* _WORK TASK_: Gather every line below where "node" appears.

[Dataset entries]
- Opening Delimiter -
"""OpenQASM 3 export: every program parses with the reference parser, and a small interpreter
of ours for the exported subset reproduces the source circuit's kernel values.

References: ``openqasm3.parse`` (the reference OpenQASM 3 parser); gate semantics of the
OpenQASM 3 specification (Cross et al., ACM Trans. Quantum Comput. 3, 12 (2022)): the built-in
``U(theta, phi, lambda)`` matrix and the stdgates.inc definitions rx = U(t, -pi/2, pi/2),
ry = U(t, 0, 0), rz = gphase(-t/2) U(0, 0, t), h = U(pi/2, 0, pi), x = U(pi, 0, pi),
cx / cz = controlled x / z (from memory).
"""

from __future__ import annotations

import math
from typing import NamedTuple

import numpy as np
import openqasm3
import pytest
from openqasm3 import ast

from hilbertune import build_encoding, encode_states, initial_params, quantum_gram
from hilbertune.circuits import AngleRule, Blueprint, Step, resource_counts
from hilbertune.errors import InvalidInputError
from hilbertune.qasm import (encoding_to_qasm3, export_resource_counts,
                             kernel_circuit_to_qasm3, unitary_angles)

STDGATES_SUBSET = {"rx", "ry", "rz", "h", "x", "cx", "cz", "U"}


# --------------------------------------------------------------------------- interpreter

def spec_u(theta, phi, lam):
    """OpenQASM 3 built-in U (specification, from memory)."""
    c, s = math.cos(theta / 2), math.sin(theta / 2)
    return np.array([[c, -np.exp(1j * lam) * s],
                     [np.exp(1j * phi) * s, np.exp(1j * (phi + lam)) * c]])


def one_qubit_gate(name, args):
    if name == "U":
        return spec_u(*args)
    if name == "rx":
        return spec_u(args[0], -math.pi / 2, math.pi / 2)
    if name == "ry":
        return spec_u(args[0], 0.0, 0.0)
    if name == "rz":
        return np.exp(-0.5j * args[0]) * spec_u(0.0, 0.0, args[0])
    if name == "h":
        return spec_u(math.pi / 2, 0.0, math.pi)
    if name == "x":
        return spec_u(math.pi, 0.0, math.pi)
    raise AssertionError(f"gate {name!r} is outside the exported subset")


def full_operator(name, args, qubits, n):
    """Dense 2^n x 2^n operator, q[0] the most significant bit (as the export states)."""
    eye = np.eye(2)

    def kron_all(factors):
        out = np.eye(1)
        for q in range(n):
            out = np.kron(out, factors.get(q, eye))
        return out

    if name in ("cx", "cz"):
        control, target = qubits
        p0, p1 = np.diag([1.0, 0.0]), np.diag([0.0, 1.0])
        flip = one_qubit_gate("x", ()) if name == "cx" else np.diag([1.0, -1.0])
        return kron_all({control: p0}) + kron_all({control: p1, target: flip})
    assert len(qubits) == 1
    return kron_all({qubits[0]: one_qubit_gate(name, args)})


def evaluate(node, names):
    if isinstance(node, (ast.FloatLiteral, ast.IntegerLiteral)):
        return float(node.value)
    if isinstance(node, ast.Identifier):
        return names[node.name]
    if isinstance(node, ast.UnaryExpression):
        assert node.op == ast.UnaryOperator["-"]
        return -evaluate(node.expression, names)
    if isinstance(node, ast.BinaryExpression):
        a, b = evaluate(node.lhs, names), evaluate(node.rhs, names)
        ops = {"+": a + b, "-": a - b, "*": a * b, "/": a / b if b else math.nan}
        return ops[node.op.name]
    raise AssertionError(f"expression {type(node).__name__} is outside the exported subset")


def interpret(program, inputs):
    """Run an exported program (text or parsed AST): returns (final statevector, measured
    register name or None)."""
    if isinstance(program, str):
        program = openqasm3.parse(program)
    names = {"pi": math.pi}
    declared_inputs, state, n, measured = [], None, None, None
    for statement in program.statements:
        if isinstance(statement, ast.Include):
            assert statement.filename == "stdgates.inc"
        elif isinstance(statement, ast.IODeclaration):
            assert statement.io_identifier == ast.IOKeyword.input
            assert isinstance(statement.type, ast.FloatType)
            name = statement.identifier.name
            declared_inputs.append(name)
            names[name] = float(inputs[name])
        elif isinstance(statement, ast.ConstantDeclaration):
            names[statement.identifier.name] = evaluate(statement.init_expression, names)
        elif isinstance(statement, ast.QubitDeclaration):
            n = statement.size.value
            state = np.zeros(2**n, complex)
            state[0] = 1.0
        elif isinstance(statement, ast.ClassicalDeclaration):
            assert isinstance(statement.type, ast.BitType) and statement.type.size.value == n
        elif isinstance(statement, ast.QuantumGate):
            assert not statement.modifiers
            name = statement.name.name
            assert name in STDGATES_SUBSET
            args = [evaluate(a, names) for a in statement.arguments]
            qubits = [q.indices[0][0].value for q in statement.qubits]
            assert all(q.name.name == "q" for q in statement.qubits)
            state = full_operator(name, args, qubits, n) @ state
        elif isinstance(statement, ast.QuantumMeasurementStatement):
            assert statement.measure.qubit.name == "q"
            measured = statement.target.name
        else:
            raise AssertionError(f"unexpected statement {type(statement).__name__}")
    assert sorted(declared_inputs) == sorted(inputs)
    return state, measured


def _inputs(prefix, x):
    return {f"{prefix}{j}": float(v) for j, v in enumerate(x)}


# --------------------------------------------------------------------------- encodings under test

def _random_unitary(rng):
    # QR of a complex Gaussian with the phases of R's diagonal divided out (common practice)
    z = rng.normal(size=(2, 2)) + 1j * rng.normal(size=(2, 2))
    q, r = np.linalg.qr(z)
    return q * (np.diag(r) / np.abs(np.diag(r)))


def _random_params(bp, rng):
    return {"weights": rng.normal(size=bp.n_slots).astype(np.float32),
            "biases": rng.normal(size=bp.n_slots).astype(np.float32),
            "log_bandwidth": np.float32(math.log(rng.uniform(0.5, 1.5)))}


def _custom_blueprint(rng):
    as_tuple = lambda m: tuple(tuple(complex(v) for v in row) for row in m)  # noqa: E731
    steps = (Step("unitary", (0,), matrix=as_tuple(_random_unitary(rng))),
             Step("ry", (1,), AngleRule("feature", (1,), 0)),
             Step("zz", (0, 1), AngleRule("pair", (0, 1), 1)),
             Step("rx", (2,), AngleRule("free", (), 2)),
             Step("rz", (2,), AngleRule("constant", (), -1, 0.7)),
             Step("cnot", (2, 0)), Step("x", (1,)), Step("cz", (1, 2)),
             Step("unitary", (2,), matrix=((0, 1j), (1j, 0))),  # anti-diagonal case
             Step("unitary", (1,), matrix=((1, 0), (0, complex(np.exp(0.4j))))),  # diagonal
             Step("h", (2,)), Step("rx", (0,), AngleRule("feature", (2,), 3)))
    return Blueprint(3, 3, steps, (1.0, -0.5, 0.0, 2.0))


CASES = [
    ("angle", {"axis": "y"}), ("angle", {"axis": "z"}), ("iqp", {"layers": 2, "pairs": "all"}),
    ("iqp", {"layers": 1, "pairs": "linear"}), ("layered", {"layers": 2, "entangler": "ring"}),
    ("layered", {"layers": 1, "entangler_gate": "cnot", "axes": ("x", "z")}),
]


class _Case(NamedTuple):
    label: str
    blueprint: Blueprint
    params: dict
    X: np.ndarray  # [5, 3] samples
    gram: np.ndarray  # quantum_gram on X (the source circuit's kernel values)
    states: np.ndarray  # encode_states on X


@pytest.fixture(scope="module")
def cases():
    rng = np.random.default_rng(31)
    X = rng.uniform(-1.5, 1.5, size=(5, 3))
    built = [(f"{family}{options}", build_encoding(family, 3, **options))
             for family, options in CASES] + [("custom", _custom_blueprint(rng))]
    out = []
    for label, bp in built:
        params = _random_params(bp, rng)
        out.append(_Case(label, bp, params, X, np.asarray(quantum_gram(bp, params, X)),
                         np.asarray(encode_states(bp, params, X), dtype=complex)))
    return out


def test_every_exported_program_parses_and_uses_only_stdgates(cases):
    for case in cases:
        for text in (encoding_to_qasm3(case.blueprint, case.params),
                     kernel_circuit_to_qasm3(case.blueprint, case.params)):
            assert text.startswith('OPENQASM 3.0;\ninclude "stdgates.inc";\n'), case.label
            program = openqasm3.parse(text)  # the reference parser
            gate_names = {s.name.name for s in program.statements
                          if isinstance(s, ast.QuantumGate)}
            assert gate_names <= STDGATES_SUBSET, case.label
            assert "input float[64] x0;" in text


def test_encoding_program_reproduces_the_kernel(cases):
    for case in cases:
        program = openqasm3.parse(encoding_to_qasm3(case.blueprint, case.params))
        states = np.stack([interpret(program, _inputs("x", x))[0] for x in case.X])
        gram = np.abs(states.conj() @ states.T) ** 2
        np.testing.assert_allclose(gram, case.gram, atol=1e-5, err_msg=case.label)
        # each state equals the core's state up to a global phase
        fidelity = np.abs(np.sum(states.conj() * case.states, axis=1))
        np.testing.assert_allclose(fidelity, 1.0, atol=1e-5, err_msg=case.label)


def test_kernel_circuit_reproduces_the_gram_entries(cases):
    for case in cases:
        program = openqasm3.parse(kernel_circuit_to_qasm3(case.blueprint, case.params))
        for i in range(3):
            for j in range(2, 5):
                x, y = case.X[i], case.X[j]
                state, measured = interpret(program, {**_inputs("x", x), **_inputs("y", y)})
                assert measured == "outcome"
                # P(all zeros) estimates k(x, y)
                assert abs(state[0]) ** 2 == pytest.approx(case.gram[i, j], abs=1e-5), \
                    case.label


def test_basis_encoding_exports_bit_flips():
    bp = build_encoding("basis", 3)
    params = initial_params(bp)
    text = openqasm3.parse(kernel_circuit_to_qasm3(bp, params))
    bits = np.array([[0, 1, 1], [1, 0, 1]], dtype=float)
    for a in bits:
        for b in bits:
            state, _ = interpret(text, {**_inputs("x", a), **_inputs("y", b)})
            # delta kernel (basis encoding)
            assert abs(state[0]) ** 2 == pytest.approx(float(np.array_equal(a, b)), abs=1e-6)


def test_unitary_angles_reconstruct_the_matrix_up_to_global_phase(rng, dense):
    matrices = [_random_unitary(rng) for _ in range(20)]
    matrices += [np.diag([np.exp(0.3j), np.exp(-1.1j)]), np.array([[0, np.exp(0.2j)],
                                                                    [np.exp(0.9j), 0]]),
                 np.eye(2), dense.X, dense.Y, dense.Z, dense.H]
    for m in matrices:
        theta, phi, lam, gamma = unitary_angles(m)
        np.testing.assert_allclose(np.exp(1j * gamma) * spec_u(theta, phi, lam), m, atol=1e-12)


def test_resource_counts_match_the_parsed_program(cases):
    for label, bp, params, *_ in cases:
        counts = export_resource_counts(bp)
        assert counts["encoding"] == resource_counts(bp)
        kernel = counts["kernel_circuit"]
        assert kernel["one_qubit_gates"] == 2 * counts["encoding"]["one_qubit_gates"]
        assert kernel["two_qubit_gates"] == 2 * counts["encoding"]["two_qubit_gates"]
        for key, text in (("encoding", encoding_to_qasm3(bp, params)),
                          ("kernel_circuit", kernel_circuit_to_qasm3(bp, params))):
            gates = [s for s in openqasm3.parse(text).statements
                     if isinstance(s, ast.QuantumGate)]
            exported = counts["exported"][key]
            assert exported["one_qubit_gates"] == sum(len(g.qubits) == 1 for g in gates), label
            assert exported["two_qubit_gates"] == sum(len(g.qubits) == 2 for g in gates), label
            assert exported["qubits"] == bp.n_qubits
            assert exported["depth"] >= counts[key]["depth"]
    # a ZZ rotation costs two cx and one rz
    zz = Blueprint(2, 2, (Step("zz", (0, 1), AngleRule("pair", (0, 1), 0)),), (1.0,))
    assert export_resource_counts(zz)["exported"]["encoding"] == {
        "qubits": 2, "depth": 3, "one_qubit_gates": 1, "two_qubit_gates": 2}


def test_amplitude_encoding_is_refused():
    bp = build_encoding("amplitude", 4)
    params = initial_params(bp)
    for export in (encoding_to_qasm3, kernel_circuit_to_qasm3):
        with pytest.raises(InvalidInputError, match="amplitude encoding cannot be exported"):
            export(bp, params)
    assert "kernel_circuit" not in export_resource_counts(bp)


def test_bad_parameters_are_refused():
    bp = build_encoding("angle", 2)
    params = initial_params(bp)
    with pytest.raises(InvalidInputError, match="2 trainable slots"):
        encoding_to_qasm3(bp, {**params, "weights": np.ones(3)})
    with pytest.raises(InvalidInputError, match="non-finite"):
        encoding_to_qasm3(bp, {**params, "biases": np.array([0.0, np.nan])})
    with pytest.raises(InvalidInputError, match="weights"):
        kernel_circuit_to_qasm3(bp, {"weights": params["weights"]})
- Closing Delimiter -
* _EXPECTED ANSWER_:
def evaluate(node, names):
    if isinstance(node, (ast.FloatLiteral, ast.IntegerLiteral)):
        return float(node.value)
    if isinstance(node, ast.Identifier):
        return names[node.name]
    if isinstance(node, ast.UnaryExpression):
        assert node.op == ast.UnaryOperator["-"]
        return -evaluate(node.expression, names)
    if isinstance(node, ast.BinaryExpression):
        a, b = evaluate(node.lhs, names), evaluate(node.rhs, names)
        return ops[node.op.name]
    raise AssertionError(f"expression {type(node).__name__} is outside the exported subset")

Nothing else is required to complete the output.